Problem to work on: The answer is every record that follows, printed exactly.

(Records provided Opens)

/**
 * `@lightkiln/bake/version`: the constants that identify what a bake makes, with no imports, so the CLI's
 * up-to-date check can read them without loading the bake.
 */
export declare const TOOL_NAME = "lightkiln";
export declare const TOOL_VERSION = "0.1.0";
/** Algorithm versions: bump one when its stage's output changes, to invalidate old cache entries. */
export declare const STAGE_VERSIONS: Readonly<Record<string, number>>;
/** The file that marks a folder as a lightkiln cache (only such folders are ever emptied). */
export declare const CACHE_MARKER_NAME = ".lightkiln-cache-folder";
//# sourceMappingURL=version.d.ts.map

(Records provided Closes)

Response to this task:
/**
 * `@lightkiln/bake/version`: the constants that identify what a bake makes, with no imports, so the CLI's
 * up-to-date check can read them without loading the bake.
 */
export declare const TOOL_NAME = "lightkiln";
export declare const TOOL_VERSION = "0.1.0";
/** Algorithm versions: bump one when its stage's output changes, to invalidate old cache entries. */
export declare const STAGE_VERSIONS: Readonly<Record<string, number>>;
/** The file that marks a folder as a lightkiln cache (only such folders are ever emptied). */
export declare const CACHE_MARKER_NAME = ".lightkiln-cache-folder";
//# sourceMappingURL=version.d.ts.map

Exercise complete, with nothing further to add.